#### DIRECTIONS:
Could you return every record below without changing a word?

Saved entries
★ ★ ★ ★
import type { Amount, UnitCode } from '@/lib/evidence/format';
import { formatLocalDate } from '@/lib/domain/instants';
import { balanceAfter, hasLeft, type Lot } from '@/lib/domain/shelf';
import { compareAmounts, Decimal, formatAmount, readableAmount, sumAmounts, units } from '@/lib/domain/units';
import type { Worksheet, WorksheetDraw } from '@/lib/domain/worksheet';
import { readAmount } from './fill-figures';

/** The draws of one item, named by its path. */
export function itemDraws(worksheet: Worksheet, item: string): WorksheetDraw[] {
  const [, taskId, collection, id] = item.split('/');
  const task = worksheet.tasks.find((one) => one.id === taskId);
  const found =
    collection === 'fills' ? task?.fills.find((one) => one.id === id) : task?.parts.find((one) => one.id === id);
  return found?.draws ?? [];
}

/** What is drawn so far, in `unit`; undefined when nothing is or it is counted in something else. */
export function drawnTotal(draws: readonly WorksheetDraw[], unit: UnitCode): Amount | undefined {
  const readable = draws.flatMap((draw) => readAmount(draw) ?? []);
  const alike = readable.filter((one) => units[one.unit].dimension === units[unit].dimension);
  return alike.length === 0 ? undefined : sumAmounts(alike, unit);
}

const plain = (text: string): string =>
  text
    .toLowerCase()
    .replace(/[^a-z0-9]/g, '')
    .replace(/^sae/, '');

const wordsOf = (text: string): string[] => text.toLowerCase().match(/\p{L}{4,}/gu) ?? [];

/**
 * The lots to propose, all of one product, so that no fill is mixed without somebody choosing to: those of the
 * specified grade or part number. Where the specification says nothing, those whose name has most words in common with
 * what is filled or fitted; a lot that is only a guess is left to be chosen by hand. Order is kept.
 */
export function suitableLots(
  lots: readonly Lot[],
  wanted: { title: string; grade?: string; partNumbers?: readonly string[] },
): Lot[] {
  const { grade, partNumbers = [] } = wanted;
  const first = (fitting: Lot[]) => fitting.filter(({ product }) => product === fitting.find(hasLeft)?.product);
  if (grade !== undefined) {
    return first(lots.filter((lot) => lot.grade !== undefined && plain(lot.grade) === plain(grade)));
  }
  if (partNumbers.length > 0) {
    const numbers = new Set(partNumbers.map(plain));
    return first(lots.filter((lot) => lot.partNumber !== undefined && numbers.has(plain(lot.partNumber))));
  }
  const named = new Set(wordsOf(wanted.title));
  const common = (lot: Lot) => wordsOf(lot.product).filter((word) => named.has(word)).length;
  const most = Math.max(0, ...lots.filter(hasLeft).map(common));
  return most === 0 ? [] : first(lots.filter((lot) => common(lot) === most));
}

/** A lot in words, with what is left of it beside this worksheet's other draws, or once `drawn` has left it too. */
export function lotWords(lot: Lot, drawn?: Amount): string {
  const isAlike = drawn !== undefined && units[drawn.unit].dimension === units[lot.unit].dimension;
  const balance = isAlike ? balanceAfter(lot.balance, [drawn]) : lot.balance;
  const amount = new Decimal(balance.amount).gt(0) ? `${readableAmount(balance)} left` : 'nothing left';
  const left = isAlike ? `${amount} after this` : amount;
  const grade = lot.grade && !plain(lot.product).includes(plain(lot.grade)) ? ` ${lot.grade}` : '';
  return `Lot ${lot.seq}: ${lot.product}${grade}, bought ${formatLocalDate(lot.boughtOn.date)}, ${left}`;
}

/** What is still to come from a lot; undefined when all does, or more was drawn than used. */
export function stillWanted(wanted: Amount, drawn: Amount | undefined): Amount | undefined {
  if (!drawn) return wanted;
  return compareAmounts(drawn, wanted) < 0 ? balanceAfter(wanted, [drawn]) : undefined;
}

/** What no lot covers, in one sentence. It is a gap, not an obstacle. */
export function balanceLeft(state: { wanted: Amount | undefined; drawn: Amount | undefined; lots: number }): string {
  const { wanted, drawn, lots } = state;
  if (!wanted) return lots === 0 ? 'No lot of this kind on the shelf.' : 'Enter the amount first.';
  if (!drawn) {
    return lots === 0
      ? `No lot of this kind on the shelf: ${formatAmount(wanted)} without a receipt is sealed as a gap.`
      : `${formatAmount(wanted)} not from a lot yet. Left so, it is sealed as a gap.`;
  }
  const order = compareAmounts(drawn, wanted);
  if (order === 0) return `Covered: ${formatAmount(wanted)} from lots.`;
  if (order > 0) return `${formatAmount(drawn)} drawn for ${formatAmount(wanted)} used. Correct one of the two.`;
  return `${formatAmount(balanceAfter(wanted, [drawn]))} not from a lot. Left so, it is sealed as a gap.`;
}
★ ★ ★ ★
#### TASK RESPONSE:
import type { Amount, UnitCode } from '@/lib/evidence/format';
import { formatLocalDate } from '@/lib/domain/instants';
import { balanceAfter, hasLeft, type Lot } from '@/lib/domain/shelf';
import { compareAmounts, Decimal, formatAmount, readableAmount, sumAmounts, units } from '@/lib/domain/units';
import type { Worksheet, WorksheetDraw } from '@/lib/domain/worksheet';
import { readAmount } from './fill-figures';

/** The draws of one item, named by its path. */
export function itemDraws(worksheet: Worksheet, item: string): WorksheetDraw[] {
  const [, taskId, collection, id] = item.split('/');
  const task = worksheet.tasks.find((one) => one.id === taskId);
  const found =
    collection === 'fills' ? task?.fills.find((one) => one.id === id) : task?.parts.find((one) => one.id === id);
  return found?.draws ?? [];
}

/** What is drawn so far, in `unit`; undefined when nothing is or it is counted in something else. */
export function drawnTotal(draws: readonly WorksheetDraw[], unit: UnitCode): Amount | undefined {
  const readable = draws.flatMap((draw) => readAmount(draw) ?? []);
  const alike = readable.filter((one) => units[one.unit].dimension === units[unit].dimension);
  return alike.length === 0 ? undefined : sumAmounts(alike, unit);
}

const plain = (text: string): string =>
  text
    .toLowerCase()
    .replace(/[^a-z0-9]/g, '')
    .replace(/^sae/, '');

const wordsOf = (text: string): string[] => text.toLowerCase().match(/\p{L}{4,}/gu) ?? [];

/**
 * The lots to propose, all of one product, so that no fill is mixed without somebody choosing to: those of the
 * specified grade or part number. Where the specification says nothing, those whose name has most words in common with
 * what is filled or fitted; a lot that is only a guess is left to be chosen by hand. Order is kept.
 */
export function suitableLots(
  lots: readonly Lot[],
  wanted: { title: string; grade?: string; partNumbers?: readonly string[] },
): Lot[] {
  const { grade, partNumbers = [] } = wanted;
  const first = (fitting: Lot[]) => fitting.filter(({ product }) => product === fitting.find(hasLeft)?.product);
  if (grade !== undefined) {
    return first(lots.filter((lot) => lot.grade !== undefined && plain(lot.grade) === plain(grade)));
  }
  if (partNumbers.length > 0) {
    const numbers = new Set(partNumbers.map(plain));
    return first(lots.filter((lot) => lot.partNumber !== undefined && numbers.has(plain(lot.partNumber))));
  }
  const named = new Set(wordsOf(wanted.title));
  const common = (lot: Lot) => wordsOf(lot.product).filter((word) => named.has(word)).length;
  const most = Math.max(0, ...lots.filter(hasLeft).map(common));
  return most === 0 ? [] : first(lots.filter((lot) => common(lot) === most));
}

/** A lot in words, with what is left of it beside this worksheet's other draws, or once `drawn` has left it too. */
export function lotWords(lot: Lot, drawn?: Amount): string {
  const isAlike = drawn !== undefined && units[drawn.unit].dimension === units[lot.unit].dimension;
  const balance = isAlike ? balanceAfter(lot.balance, [drawn]) : lot.balance;
  const amount = new Decimal(balance.amount).gt(0) ? `${readableAmount(balance)} left` : 'nothing left';
  const left = isAlike ? `${amount} after this` : amount;
  const grade = lot.grade && !plain(lot.product).includes(plain(lot.grade)) ? ` ${lot.grade}` : '';
  return `Lot ${lot.seq}: ${lot.product}${grade}, bought ${formatLocalDate(lot.boughtOn.date)}, ${left}`;
}

/** What is still to come from a lot; undefined when all does, or more was drawn than used. */
export function stillWanted(wanted: Amount, drawn: Amount | undefined): Amount | undefined {
  if (!drawn) return wanted;
  return compareAmounts(drawn, wanted) < 0 ? balanceAfter(wanted, [drawn]) : undefined;
}

/** What no lot covers, in one sentence. It is a gap, not an obstacle. */
export function balanceLeft(state: { wanted: Amount | undefined; drawn: Amount | undefined; lots: number }): string {
  const { wanted, drawn, lots } = state;
  if (!wanted) return lots === 0 ? 'No lot of this kind on the shelf.' : 'Enter the amount first.';
  if (!drawn) {
    return lots === 0
      ? `No lot of this kind on the shelf: ${formatAmount(wanted)} without a receipt is sealed as a gap.`
      : `${formatAmount(wanted)} not from a lot yet. Left so, it is sealed as a gap.`;
  }
  const order = compareAmounts(drawn, wanted);
  if (order === 0) return `Covered: ${formatAmount(wanted)} from lots.`;
  if (order > 0) return `${formatAmount(drawn)} drawn for ${formatAmount(wanted)} used. Correct one of the two.`;
  return `${formatAmount(balanceAfter(wanted, [drawn]))} not from a lot. Left so, it is sealed as a gap.`;
}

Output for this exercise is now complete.